I wanted, so desperately, to say no. I wanted never to have picked up the phone in the first place. I wanted to still be at home with my cold tea and my nightmares. But I’d known what they wanted all along, and I’d still gotten into the car. Mr Dunworthy sighed.

“I know you haven’t wanted to go in again. I wouldn’t ask you to yet. But Verity is 21st century. 1930s, mainly. She’s bright and talented-“

“She’s perfect in every possibly way and if you people have killed her-“

“Ned _we will find her._ ” Dunworthy said it like it was an edict from God. I wondered if he’d had so much faith in me.

“I cannot force you, Kivrin. But-“

_But you came for me._

“How close can you get me?”

“Us. I said get me a sword.”

“Ned, you won’t help.” Mr. Dunworthy said wearily.
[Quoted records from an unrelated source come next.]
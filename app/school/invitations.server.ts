// E-mailed invitations: a link to set a password (and, for a student, to join the class).
// Single use, 7 days, and a resend replaces the old link. Only a hash of each token is stored.
import { and, eq, gt, isNull } from "drizzle-orm";
import { hashToken, newToken } from "~/auth/secret-token.server";
import { hashPassword } from "~/auth/password.server";
import type { Db } from "~/db/client.server";
import { classes, invitations, memberships, users } from "~/db/schema";
import type { Mailer } from "~/mail/mailer.server";

export const INVITE_TTL_MS = 7 * 24 * 60 * 60 * 1000;

type Tx = Parameters<Parameters<Db["transaction"]>[0]>[0];

/** A new link for a user in a class; any earlier live link of theirs for that class stops working. */
export async function createInvitation(
  db: Db | Tx,
  input: { userId: string; classId: string; invitedBy: string },
  now = Date.now(),
) {
  const token = newToken();
  await db
    .update(invitations)
    .set({ revokedAt: new Date(now) })
    .where(
      and(
        eq(invitations.userId, input.userId),
        eq(invitations.classId, input.classId),
        isNull(invitations.acceptedAt),
        isNull(invitations.revokedAt),
      ),
    );
  await db.insert(invitations).values({ tokenHash: hashToken(token), ...input, expiresAt: new Date(now + INVITE_TTL_MS) });
  return token;
}

/** Stops a user's open links for a class, for example when they leave it. */
export async function revokeInvitations(db: Db | Tx, userId: string, classId: string, now = Date.now()) {
  await db
    .update(invitations)
    .set({ revokedAt: new Date(now) })
    .where(and(eq(invitations.userId, userId), eq(invitations.classId, classId), isNull(invitations.acceptedAt), isNull(invitations.revokedAt)));
}

export type InviteState =
  | { state: "live"; userId: string; classId: string; displayName: string; email: string; role: "teacher" | "student"; className: string }
  | { state: "unknown" | "used" | "revoked" | "expired" };

export const INVITE_PROBLEMS: Record<Exclude<InviteState["state"], "live">, string> = {
  unknown: "This invitation link isn't valid. Check that you copied the whole link.",
  used: "This invitation was already used. Sign in with the password you chose, or ask for a password reset.",
  revoked: "This invitation was replaced by a newer one. Use the link in the most recent e-mail.",
  expired: "This invitation has expired (links last 7 days). Ask your teacher to send a new one.",
};

export async function invitationState(db: Db, token: string, now = Date.now()): Promise<InviteState> {
  const [row] = await db
    .select({
      userId: invitations.userId,
      classId: invitations.classId,
      expiresAt: invitations.expiresAt,
      acceptedAt: invitations.acceptedAt,
      revokedAt: invitations.revokedAt,
      displayName: users.displayName,
      email: users.email,
      role: users.role,
      className: classes.name,
    })
    .from(invitations)
    .innerJoin(users, eq(users.id, invitations.userId))
    .innerJoin(classes, eq(classes.id, invitations.classId))
    .where(eq(invitations.tokenHash, hashToken(token)));
  if (!row || !row.email) return { state: "unknown" };
  if (row.acceptedAt) return { state: "used" };
  if (row.revokedAt) return { state: "revoked" };
  if (row.expiresAt.getTime() <= now) return { state: "expired" };
  return {
    state: "live",
    userId: row.userId,
    classId: row.classId,
    displayName: row.displayName,
    email: row.email,
    role: row.role === "student" ? "student" : "teacher",
    className: row.className,
  };
}

/** Sets the password, spends the link and (re)joins the class, all or nothing. */
export async function acceptInvitation(db: Db, token: string, password: string, now = Date.now()): Promise<InviteState> {
  const invite = await invitationState(db, token, now);
  if (invite.state !== "live") return invite;
  const passwordHash = await hashPassword(password);
  return db.transaction(async (tx) => {
    const spent = await tx
      .update(invitations)
      .set({ acceptedAt: new Date(now) })
      .where(
        and(
          eq(invitations.tokenHash, hashToken(token)),
          isNull(invitations.acceptedAt),
          isNull(invitations.revokedAt),
          gt(invitations.expiresAt, new Date(now)),
        ),
      )
      .returning({ userId: invitations.userId });
    // A concurrent request spent it first.
    if (spent.length === 0) return { state: "used" as const };
    await tx.update(users).set({ passwordHash }).where(eq(users.id, invite.userId));
    await tx
      .insert(memberships)
      .values({ classId: invite.classId, userId: invite.userId, role: invite.role })
      .onConflictDoNothing();
    return invite;
  });
}

async function mailInvitation(
  mailer: Mailer,
  publicUrl: string,
  to: { email: string; displayName: string; role: "teacher" | "student"; className: string; orgId: string; token: string },
) {
  const link = `${publicUrl}/invite/${to.token}`;
  const what =
    to.role === "student"
      ? `Your guitar teacher has added you to the class "${to.className}" on Fretcall, where you practise reading music on the guitar.`
      : `You've been added as a teacher of "${to.className}" on Fretcall.`;
  await mailer.send({
    orgId: to.orgId,
    to: to.email,
    subject: to.role === "student" ? `Join ${to.className} on Fretcall` : "You're invited to teach on Fretcall",
    text: `Hello ${to.displayName},\n\n${what} To choose your password and sign in, open this link within 7 days:\n\n${link}\n\nThe link works once. If you weren't expecting this, ignore this e-mail.\n`,
  });
}

/** Mails each invitation; a failed send is counted, not thrown, since the links can be resent later. */
export async function mailInvitations(
  mailer: Mailer,
  publicUrl: string,
  list: readonly { email: string; displayName: string; token: string }[],
  role: "teacher" | "student",
  className: string,
  orgId: string,
) {
  let failed = 0;
  for (const invite of list) {
    try {
      await mailInvitation(mailer, publicUrl, { ...invite, role, className, orgId });
    } catch (error) {
      failed += 1;
      console.error("invitation e-mail failed", error);
    }
  }
  return failed;
}

/** The note that goes to an address added to a class while it has an account at another school. */
export function addressInUseMail(publicUrl: string, to: { email: string; displayName: string }, role: "teacher" | "student", className: string) {
  return {
    // System mail: in the adding school's outbox it would tell them the address has an account.
    orgId: null,
    to: to.email,
    subject: "Someone tried to add you on Fretcall",
    text: `Hello,\n\nA ${role === "student" ? "guitar teacher" : "school"} on Fretcall tried to add this address, under the name ${to.displayName}, as a ${role} of the class "${className}". This address already has a Fretcall account, and one address can hold one account, so nothing was sent to join.\n\nIf you want to join that class, ask them to use another e-mail address. Your own account is unchanged; you can sign in at ${publicUrl}/signin. If you don't know them, ignore this e-mail.\n`,
  };
}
I considered for a moment.

“Actually…if he doesn’t speak. And does exactly as I say.”

 

_**Verity, the middle ages, probably. In fear for her life, and for all of history. Dressed in a bedsheet.** _

The first thing I learned was that talking wasn’t an option. The voices I heard belonged to a group of men, no armour and swords, which was good, driving cattle, probably also good? Cowherds weren’t known for their violence, but what did I know about where we were? I probably couldn’t even place the century, and I couldn’t understand a word. I desperately hoped they wouldn’t stop, the abandoned building clearly wasn’t news to them, but it provided me with cover and, blessed mercy, a singed woollen blanket with which I was covering my underskirt. If they left, I could go back to the drop site and wait. They were bound to re-open the net soon, but in the meantime madwoman dressed in a blanket was still timeless, and warmer than near naked madwoman. 

They stopped, though. Of course they did. After two hours crouched inside the dark hut under my blanket, listening to the mooing, I dared to get up and peer around the entrance. If the net shimmered, could I run to it without them seeing? Would it open while they were there? Surely they’d chalk it up to a ghost or magic or some other superstitious nonsense. 
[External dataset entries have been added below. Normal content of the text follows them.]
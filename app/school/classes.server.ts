import { and, count, eq, sql } from "drizzle-orm";
import type { SessionUser } from "~/auth/users.server";
import type { Db } from "~/db/client.server";
import { classes, memberships, users } from "~/db/schema";

export interface ClassSummary {
  id: string;
  name: string;
  students: number;
  teachers: string;
}

/** The classes a user may see: all of the school's for an admin, otherwise those they belong to. */
export async function classesFor(db: Db, user: SessionUser): Promise<ClassSummary[]> {
  const studentCount = db
    .select({ classId: memberships.classId, n: count().as("n") })
    .from(memberships)
    .where(eq(memberships.role, "student"))
    .groupBy(memberships.classId)
    .as("student_count");
  const teacherNames = db
    .select({
      classId: memberships.classId,
      names: sql<string>`group_concat(${users.displayName}, ', ')`.as("names"),
    })
    .from(memberships)
    .innerJoin(users, eq(users.id, memberships.userId))
    .where(eq(memberships.role, "teacher"))
    .groupBy(memberships.classId)
    .as("teacher_names");
  const base = db
    .select({
      id: classes.id,
      name: classes.name,
      students: sql<number>`coalesce(${studentCount.n}, 0)`,
      teachers: sql<string>`coalesce(${teacherNames.names}, '')`,
    })
    .from(classes)
    .leftJoin(studentCount, eq(studentCount.classId, classes.id))
    .leftJoin(teacherNames, eq(teacherNames.classId, classes.id));
  const rows =
    user.role === "admin"
      ? await base.where(eq(classes.orgId, user.orgId))
      : await base.innerJoin(memberships, and(eq(memberships.classId, classes.id), eq(memberships.userId, user.id)));
  return rows.sort((a, b) => a.name.localeCompare(b.name));
}
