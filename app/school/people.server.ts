// Classes, rosters and people: who may see a class, who is in it, and the admin's changes to the school.
import { and, eq, inArray, isNull, sql } from "drizzle-orm";
import { nanoid } from "nanoid";
import { data } from "react-router";
import type { SessionUser } from "~/auth/users.server";
import type { Db } from "~/db/client.server";
import {
  answers,
  assignmentTargets,
  classes,
  invitations,
  memberships,
  practiceAnswers,
  rhythmAttempts,
  roomPlayers,
  rooms,
  users,
} from "~/db/schema";
import { looksLikeRoomCode, newJoinCode, normaliseJoinCode } from "./joinCode";
import { checkRosterRows, type CheckedRow, type RosterRow } from "./roster";
import { createInvitation, revokeInvitations } from "./invitations.server";

export interface ClassRecord {
  id: string;
  orgId: string;
  name: string;
  joinCode: string;
}

/**
 * A class's teachers and the school's admins may open it; anyone else gets a 404, not a hint that it
 * exists. Students are turned away earlier, by requireUserWithRole.
 */
export async function requireClassAccess(db: Db, user: SessionUser, classId: string): Promise<ClassRecord> {
  const [row] = await db
    .select({ id: classes.id, orgId: classes.orgId, name: classes.name, joinCode: classes.joinCode, teaches: memberships.userId })
    .from(classes)
    .leftJoin(
      memberships,
      and(eq(memberships.classId, classes.id), eq(memberships.userId, user.id), eq(memberships.role, "teacher")),
    )
    .where(and(eq(classes.id, classId), eq(classes.orgId, user.orgId)));
  if (!row || (user.role !== "admin" && !row.teaches)) throw data({ error: "No such class." }, { status: 404 });
  const { teaches: _omit, ...cls } = row;
  return cls;
}

export type SignInStatus = "nickname" | "active" | "invited" | "invite-expired";

export interface RosterEntry {
  id: string;
  displayName: string;
  email: string | null;
  joinedAt: string;
  status: SignInStatus;
  inviteExpiresAt: string | null;
}
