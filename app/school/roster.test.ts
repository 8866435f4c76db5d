import { describe, expect, it } from "vitest";
import { checkRosterRows, CSV_MAX_ROWS, parseRosterCsv } from "./roster";

describe("parseRosterCsv", () => {
  it("reads a header in any case, an optional e-mail column, quotes, a BOM and blank lines", () => {
    const csv = '\uFEFFE-mail,Name,Instrument\r\nlumi@x.example,"Lumi, P.",guitar\r\n\r\n,Teo R.\r\n';
    expect(parseRosterCsv(csv)).toEqual({
      ok: true,
      rows: [
        { line: 2, name: "Lumi, P.", email: "lumi@x.example" },
        { line: 4, name: "Teo R.", email: "" },
      ],
    });
  });

  it("accepts a name-only file", () => {
    const parsed = parseRosterCsv("nickname\nAsh\nBirch\n");
    expect(parsed.ok && parsed.rows.map((r) => r.name)).toEqual(["Ash", "Birch"]);
  });

  it.each([
    ["", "The file is empty."],
    ["first,last\nAda,B\n", "The first line must name the columns"],
    ["name,email\n", "no students"],
    [`name\n${"x\n".repeat(CSV_MAX_ROWS + 1)}`, "import at most 200"],
    ["name\n" + "a".repeat(100_001), "too large"],
  ])("refuses %j with a clear message", (csv, message) => {
    const parsed = parseRosterCsv(csv);
    expect(parsed.ok).toBe(false);
    if (!parsed.ok) expect(parsed.error).toContain(message);
  });
});

describe("checkRosterRows", () => {
  const ctx = { names: ["Amani K."], emails: ["bram@x.example"], blockedEmails: new Map([["t@x.example", "Used by another account."]]) };
  const row = (line: number, name: string, email = "") => ({ line, name, email });

  it("passes good rows, tidying spaces and e-mail case", () => {
    expect(checkRosterRows([row(2, "  Cleo   V. ", "Cleo@X.example")], ctx)).toEqual([
      { line: 2, name: "Cleo V.", email: "cleo@x.example", errors: [] },
    ]);
  });

  it("explains each problem row by row", () => {
    const checked = checkRosterRows(
      [
        row(2, "", "a@x.example"),
        row(3, "Dee", "not-an-address"),
        row(4, "x".repeat(61)),
        row(5, "Eve", "eve@x.example"),
        row(6, "eve", "other@x.example"),
        row(7, "Fay", "EVE@x.example"),
        row(8, "amani k."),
        row(9, "Gus", "bram@x.example"),
        row(10, "Hal", "t@x.example"),
        row(11, "\u202Eeve"),
        row(12, "Iv\u200Bo"),
        row(13, "\u0410mani K."), // Cyrillic А: looks like Amani K., already in the class
        row(14, "\u0415ve"), // Cyrillic Е: looks like Eve on line 5
      ],
      ctx,
    );
    expect(checked.map((r) => r.errors.map((e) => `${e.field}: ${e.message}`))).toEqual([
      ["name: Missing name."],
      ["email: That doesn't look like an e-mail address."],
      ["name: Keep a name under 60 characters."],
      [],
      ["name: Same name as line 5."],
      ["email: Same e-mail as line 5."],
      ["name: A student with this name is already in the class."],
      ["email: A student with this e-mail is already in the class."],
      ["email: Used by another account."],
      ["name: Names can't contain text-direction control characters (U+202E)."],
      ["name: Names can't contain invisible characters (U+200B)."],
      ["name: Same name as line 8.", "name: A student with this name is already in the class."],
      ["name: Same name as line 5."],
    ]);
  });
});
And then the house would get a reputation for being haunted by a red haired spirit that it didn’t previously have and so on and so on, unless this was correcting some other incongruity and this house now needed to be haunted-

Perhaps- Perhaps this was not a line of inquiry I needed to pursue. They would leave and the net would open. End of. 

Or someone else would turn up and I’d be trapped in the middle ages forever. And I’d die, and Ned would find a footnote in a history book about some madwoman they burned. Some sad, pathetic woman sitting in a bedsheet and a weird underdress, haunting an abandoned house. I couldn’t tell if the meloncholic thoughts were time lag or a good response to a terrible situation. I wasn’t sure it mattered. 

_**Kivrin, 1319, Oxfordshire, cautiously optimistic. To the rescue. With Mr. Ned Henry, doing as he’s told, reluctantly.** _

“There!” 

They’d tried to send us through at the exact same time as Verity, and to the exact same place, but the net wouldn’t open, which lent weight to the theory that she wasn’t dead, but was being prevented from going through by a local presence. In the end, with the assistance of three other techs, they’d sent us what ought to be two miles away, and they’d sent us with everything we might possibly need to look the part of noble maiden fair, plus brotherly knight escort, including a horse. The less said about that procedure the better. We’d decided, given the location, we were more likely to meet commoners than anyone of rank, and so we might fare better if we looked impressive. Looking about at the countryside I suspected we had made the correct decision.

I’d been hoping we might find Verity away from the drop and avoid thus interacting with anyone (Mr. Henry might have been dressed like Verity’s knight in shining armour, but I didn’t think he knew how to act like a real one), but when we arrived at what ought to have been the site, we could see the problem - four drovers and a herd of cattle had stopped for water at the stream running through the woods.

“That’s why the net won’t open?” Ned queried.

“I imagine so.”

“What do we do? I have a sword.”

“Which you will not be using I hope. I think we can try talking, first.”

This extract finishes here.